• [Material for this task]:
-- -- --

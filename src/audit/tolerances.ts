/**
 * Tolerance rules shared by the checks. Money is compared in whole cents so a difference
 * sitting exactly on a tolerance is not turned into a finding by floating-point noise.
 */
import type { Tolerances } from "../domain/types.ts";
import type { AuditTolerances } from "./types.ts";
import { toCents } from "../core/money.ts";

/** Audit defaults for everything portfolio.yaml does not set (portfolio values always win). */
export const AUDIT_DEFAULTS: Omit<AuditTolerances, keyof Tolerances> = {
  minCoverage: 0.9,
  estimateStreakMin: 2,
  loneEstimateSeverity: "info",
  outlierRatio: 2,
  demandWindowMinutes: 15,
  trailingMissingDays: null,
};

/**
 * Merges portfolio tolerances, audit defaults and caller overrides (later wins).
 * @example resolveTolerances({usagePct:2,demandPct:3,costAbs:1,costPct:0.5}).minCoverage // 0.9
 */
export function resolveTolerances(portfolio: Tolerances, overrides: Partial<AuditTolerances> = {}): AuditTolerances {
  return { ...portfolio, ...AUDIT_DEFAULTS, ...overrides };
}

/**
 * The portfolio rule: a money difference is a finding only when it exceeds BOTH `costAbs`
 * (currency) and `costPct` (percent of `reference`, the expected amount). Strictly greater.
 * @example exceedsMoneyTolerance(1.01, 100, {costAbs:1, costPct:0.5}) // true
 * @example exceedsMoneyTolerance(1.00, 100, {costAbs:1, costPct:0.5}) // false (not beyond 1.00)
 * @example exceedsMoneyTolerance(4.00, 1000, {costAbs:1, costPct:0.5}) // false (0.4 % ≤ 0.5 %)
 */
export function exceedsMoneyTolerance(
  difference: number,
  reference: number,
  tol: Pick<Tolerances, "costAbs" | "costPct">,
): boolean {
  const diffCents = Math.abs(toCents(difference));
  const absCents = toCents(tol.costAbs);
  // percent limit in cents, kept fractional: |diff| > pct/100 × |ref|
  const pctLimitCents = Math.round((tol.costPct / 100) * Math.abs(toCents(reference)) * 1e6) / 1e6;
  return diffCents > absCents && diffCents > pctLimitCents;
}

/**
 * Relative difference `(actual − expected) / |expected|` beyond `pct` percent (strictly).
 * An expected value of 0 counts any non-zero actual as beyond.
 */
export function exceedsPct(actual: number, expected: number, pct: number): boolean {
  const diff = Math.abs(actual - expected);
  if (expected === 0) return diff > 1e-9;
  return diff / Math.abs(expected) > pct / 100 + 1e-12;
}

-- -- --

Write each entry out again, exactly as it reads above.

filename src/audit/tolerances.ts
/**
 * Tolerance rules shared by the checks. Money is compared in whole cents so a difference
 * sitting exactly on a tolerance is not turned into a finding by floating-point noise.
 */
import type { Tolerances } from "../domain/types.ts";
import type { AuditTolerances } from "./types.ts";
import { toCents } from "../core/money.ts";

/** Audit defaults for everything portfolio.yaml does not set (portfolio values always win). */
export const AUDIT_DEFAULTS: Omit<AuditTolerances, keyof Tolerances> = {
  minCoverage: 0.9,
  estimateStreakMin: 2,
  loneEstimateSeverity: "info",
  outlierRatio: 2,
  demandWindowMinutes: 15,
  trailingMissingDays: null,
};

/**
 * Merges portfolio tolerances, audit defaults and caller overrides (later wins).
 * @example resolveTolerances({usagePct:2,demandPct:3,costAbs:1,costPct:0.5}).minCoverage // 0.9
 */
export function resolveTolerances(portfolio: Tolerances, overrides: Partial<AuditTolerances> = {}): AuditTolerances {
  return { ...portfolio, ...AUDIT_DEFAULTS, ...overrides };
}

/**
 * The portfolio rule: a money difference is a finding only when it exceeds BOTH `costAbs`
 * (currency) and `costPct` (percent of `reference`, the expected amount). Strictly greater.
 * @example exceedsMoneyTolerance(1.01, 100, {costAbs:1, costPct:0.5}) // true
 * @example exceedsMoneyTolerance(1.00, 100, {costAbs:1, costPct:0.5}) // false (not beyond 1.00)
 * @example exceedsMoneyTolerance(4.00, 1000, {costAbs:1, costPct:0.5}) // false (0.4 % ≤ 0.5 %)
 */
export function exceedsMoneyTolerance(
  difference: number,
  reference: number,
  tol: Pick<Tolerances, "costAbs" | "costPct">,
): boolean {
  const diffCents = Math.abs(toCents(difference));
  const absCents = toCents(tol.costAbs);
  // percent limit in cents, kept fractional: |diff| > pct/100 × |ref|
  const pctLimitCents = Math.round((tol.costPct / 100) * Math.abs(toCents(reference)) * 1e6) / 1e6;
  return diffCents > absCents && diffCents > pctLimitCents;
}

/**
 * Relative difference `(actual − expected) / |expected|` beyond `pct` percent (strictly).
 * An expected value of 0 counts any non-zero actual as beyond.
 */
export function exceedsPct(actual: number, expected: number, pct: number): boolean {
  const diff = Math.abs(actual - expected);
  if (expected === 0) return diff > 1e-9;
  return diff / Math.abs(expected) > pct / 100 + 1e-12;
}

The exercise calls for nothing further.